▶ [Collected data entries]
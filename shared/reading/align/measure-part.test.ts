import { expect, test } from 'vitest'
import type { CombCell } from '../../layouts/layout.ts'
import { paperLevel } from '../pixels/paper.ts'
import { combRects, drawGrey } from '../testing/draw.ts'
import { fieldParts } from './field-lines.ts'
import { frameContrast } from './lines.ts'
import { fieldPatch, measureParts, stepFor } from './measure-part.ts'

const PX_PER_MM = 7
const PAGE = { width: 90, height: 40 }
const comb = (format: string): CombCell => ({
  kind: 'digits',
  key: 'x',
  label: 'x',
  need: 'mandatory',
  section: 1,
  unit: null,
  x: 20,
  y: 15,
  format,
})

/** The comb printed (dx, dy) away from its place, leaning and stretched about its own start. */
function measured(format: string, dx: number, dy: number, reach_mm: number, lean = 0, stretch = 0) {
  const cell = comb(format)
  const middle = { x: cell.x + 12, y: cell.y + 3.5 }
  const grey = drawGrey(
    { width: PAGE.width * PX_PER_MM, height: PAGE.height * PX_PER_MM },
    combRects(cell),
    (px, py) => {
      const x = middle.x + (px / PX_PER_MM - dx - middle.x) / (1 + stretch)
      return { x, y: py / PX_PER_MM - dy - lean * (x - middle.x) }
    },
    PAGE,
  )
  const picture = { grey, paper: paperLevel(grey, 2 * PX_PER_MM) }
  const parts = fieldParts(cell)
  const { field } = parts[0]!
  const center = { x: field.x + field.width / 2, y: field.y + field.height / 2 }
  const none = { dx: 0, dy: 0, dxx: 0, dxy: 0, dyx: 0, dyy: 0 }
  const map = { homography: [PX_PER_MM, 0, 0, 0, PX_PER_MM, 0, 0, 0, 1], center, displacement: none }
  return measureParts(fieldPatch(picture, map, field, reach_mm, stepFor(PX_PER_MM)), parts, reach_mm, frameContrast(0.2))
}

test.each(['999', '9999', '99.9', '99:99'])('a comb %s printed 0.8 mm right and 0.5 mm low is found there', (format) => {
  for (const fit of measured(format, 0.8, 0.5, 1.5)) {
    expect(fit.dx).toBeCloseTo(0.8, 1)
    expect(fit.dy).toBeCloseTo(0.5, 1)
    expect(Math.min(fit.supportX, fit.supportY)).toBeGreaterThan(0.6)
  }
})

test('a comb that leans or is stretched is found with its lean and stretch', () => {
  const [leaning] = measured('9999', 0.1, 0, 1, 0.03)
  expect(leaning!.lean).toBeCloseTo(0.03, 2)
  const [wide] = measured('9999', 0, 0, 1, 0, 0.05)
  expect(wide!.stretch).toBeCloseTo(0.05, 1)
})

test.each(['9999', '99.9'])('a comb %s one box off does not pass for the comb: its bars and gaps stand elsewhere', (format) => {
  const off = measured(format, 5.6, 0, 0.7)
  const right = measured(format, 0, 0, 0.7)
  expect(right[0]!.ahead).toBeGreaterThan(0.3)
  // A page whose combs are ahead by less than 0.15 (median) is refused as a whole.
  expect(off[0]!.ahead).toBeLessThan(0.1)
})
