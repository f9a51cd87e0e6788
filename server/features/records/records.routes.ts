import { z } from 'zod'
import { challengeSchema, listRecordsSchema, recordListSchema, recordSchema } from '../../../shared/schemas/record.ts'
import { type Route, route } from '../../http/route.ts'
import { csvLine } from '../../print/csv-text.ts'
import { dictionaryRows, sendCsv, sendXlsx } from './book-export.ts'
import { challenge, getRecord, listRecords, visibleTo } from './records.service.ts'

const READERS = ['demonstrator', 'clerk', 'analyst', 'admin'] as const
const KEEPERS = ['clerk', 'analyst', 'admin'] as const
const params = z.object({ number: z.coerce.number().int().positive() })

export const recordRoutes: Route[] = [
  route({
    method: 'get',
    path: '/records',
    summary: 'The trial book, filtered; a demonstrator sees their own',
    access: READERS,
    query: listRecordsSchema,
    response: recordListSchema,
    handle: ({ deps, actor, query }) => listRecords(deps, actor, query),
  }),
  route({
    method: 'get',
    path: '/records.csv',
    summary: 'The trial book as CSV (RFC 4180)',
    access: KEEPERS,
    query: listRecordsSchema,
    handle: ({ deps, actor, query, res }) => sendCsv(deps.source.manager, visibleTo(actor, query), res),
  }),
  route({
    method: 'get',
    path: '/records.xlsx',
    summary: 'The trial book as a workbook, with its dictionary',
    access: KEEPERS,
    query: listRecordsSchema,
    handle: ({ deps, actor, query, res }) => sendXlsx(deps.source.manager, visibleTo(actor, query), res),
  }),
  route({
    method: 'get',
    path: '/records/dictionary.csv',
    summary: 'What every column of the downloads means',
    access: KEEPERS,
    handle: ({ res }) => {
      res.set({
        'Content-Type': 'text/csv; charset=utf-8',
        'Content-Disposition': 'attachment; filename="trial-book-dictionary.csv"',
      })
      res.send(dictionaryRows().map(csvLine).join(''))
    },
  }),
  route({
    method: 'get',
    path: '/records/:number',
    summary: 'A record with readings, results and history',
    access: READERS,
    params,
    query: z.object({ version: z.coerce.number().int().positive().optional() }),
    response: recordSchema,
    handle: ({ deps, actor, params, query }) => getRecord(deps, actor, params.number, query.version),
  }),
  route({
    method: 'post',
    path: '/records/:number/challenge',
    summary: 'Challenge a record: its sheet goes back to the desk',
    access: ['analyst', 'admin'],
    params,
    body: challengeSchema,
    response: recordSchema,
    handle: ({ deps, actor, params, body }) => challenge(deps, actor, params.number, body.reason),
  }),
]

▶ [Activity] Please go line by line through the records above, copying each one that holds the string "sendCsv".

▶ [Result for this task]
import { dictionaryRows, sendCsv, sendXlsx } from './book-export.ts'
    handle: ({ deps, actor, query, res }) => sendCsv(deps.source.manager, visibleTo(actor, query), res),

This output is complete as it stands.